Über Jahre hinweg habe der Vater Macht über sie gehabt, auch weil er finanziell so stark sei. Aber auch körperlich. „Ich hatte keine Chance zur Gegenwehr“, erklärt die Zeugin mehrfach, warum sie den teilweise überfallartigen Vergewaltigungen durch ihren Vater nicht ausweichen konnte. Sie berichtet üble, teils brutale Details. Manchmal weint und schluchzt sie.

Sie schont sich selbst nicht. Räumt ein, dass sie sich durch Geld dazu hat bewegen lassen, doch nicht zur Polizei zu gehen. Räumt ein, dass sie trotz jahrelangen Missbrauchs mit dem Vater  mehrfach in Familienurlaub fuhr. Dass sie mit ihrem Mann vor Gericht um viel Geld streitet – erst am Montag war ein Termin bei einer Zivilkammer des Landgerichts.

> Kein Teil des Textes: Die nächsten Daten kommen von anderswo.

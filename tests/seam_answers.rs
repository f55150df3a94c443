//! Seams whose figures are known, and an independent sampler that tries to
//! refute what is proved of others: from the text of a set, by the public
//! interface.
#![allow(clippy::unwrap_used, reason = "a panic is how a test fails")]

use std::f64::consts::PI;
use std::fmt::Write;

use chordwise::bezier::Side;
use chordwise::continuity::{Finding, PatchEdge, Survey, SurveyedSeam, Verdict};
use chordwise::patch_set::PatchSet;
use chordwise::topology::Topology;

type V3 = [f64; 3];

fn plus(a: V3, b: V3, f: f64) -> V3 {
    std::array::from_fn(|k| a[k] + f * b[k])
}

fn dot(a: V3, b: V3) -> f64 {
    a[0] * b[0] + a[1] * b[1] + a[2] * b[2]
}

fn cross(a: V3, b: V3) -> V3 {
    [
        a[1] * b[2] - a[2] * b[1],
        a[2] * b[0] - a[0] * b[2],
        a[0] * b[1] - a[1] * b[0],
    ]
}

fn unit(a: V3) -> V3 {
    let norm = dot(a, a).sqrt();
    a.map(|x| x / norm)
}

fn real(k: usize) -> f64 {
    f64::from(u32::try_from(k).unwrap())
}

/// A rational patch as rows of (x, y, z, weight), row i at u = i / m. It is
/// evaluated by sums of Bernstein polynomials, not by the library.
#[derive(Clone)]
struct Net(Vec<Vec<[f64; 4]>>);

/// All B_{i,n} with their first and second derivatives at t, by the triangle of
/// Bernstein polynomials.
fn bernstein(n: usize, t: f64) -> [[f64; 3]; 16] {
    let mut rows = [[0.0; 16]; 16];
    rows[0][0] = 1.0;
    for k in 1..=n {
        for i in 0..=k {
            let left = if i > 0 { rows[k - 1][i - 1] } else { 0.0 };
            rows[k][i] = t * left + (1.0 - t) * rows[k - 1][i];
        }
    }
    let at = |less: usize, i: usize, back: usize| {
        if n < less || i < back {
            0.0
        } else {
            rows[n - less][i - back]
        }
    };
    let f = real(n);
    std::array::from_fn(|i| {
        [
            at(0, i, 0),
            f * (at(1, i, 1) - at(1, i, 0)),
            f * (f - 1.0) * (at(2, i, 2) - 2.0 * at(2, i, 1) + at(2, i, 0)),
        ]
    })
}

/// S, S_u, S_v, S_uu, S_uv, S_vv.
struct Jet([V3; 6]);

Sie beschuldigt ihren Ehemann, die Übergriffe des Angeklagten geduldet zu haben. Ihr Ehemann, Chef der oberfränkischen Firma des Angeklagten, habe sich sein Stillschweigen erkaufen lassen.

Die Zeugin berichtet aber auch, wie sie etwa im September 2010 begann, darüber nachzudenken, ihren Vater doch anzuzeigen: Sie habe mitbekommen, wie er sich an ihre Töchter heranmachte. Ihre jüngste Tochter, damals 14, habe einen heftigen Annäherungsversuch des Opas mit den Worten „wenn du mich noch mal anfasst, zeig’ ich dich an“ gekontert. Im Oktober 2011 will die Hauptzeugin eine besonders erniedrigende Vergewaltigung durch ihren Vater erlitten haben. Sie begab sich in therapeutische Hilfe, es kam in Folge zur Anzeige.

Das ist das Gericht: Den Prozess führt Michael Eckstein, der Vizepräsident des Landgerichts. Er hat zwei Laienrichter und drei Berufsrichter zur Seite. Einer dient als Ergänzungsrichter. Der Gerichtsvorsitzende hat große Erfahrung. Er hat den Wiederaufnahmeprozess im Fall Peggy geleitet. Bei manch anderen Prozessen oder Tatbeständen ist er schon einmal zu Späßen aufgelegt. Hier nicht. Man darf gespannt sein, wie der Vorsitzende reagiert, wenn Verteidiger Schwenn die Hauptzeugin heute zu sehr ins Kreuzverhör nimmt.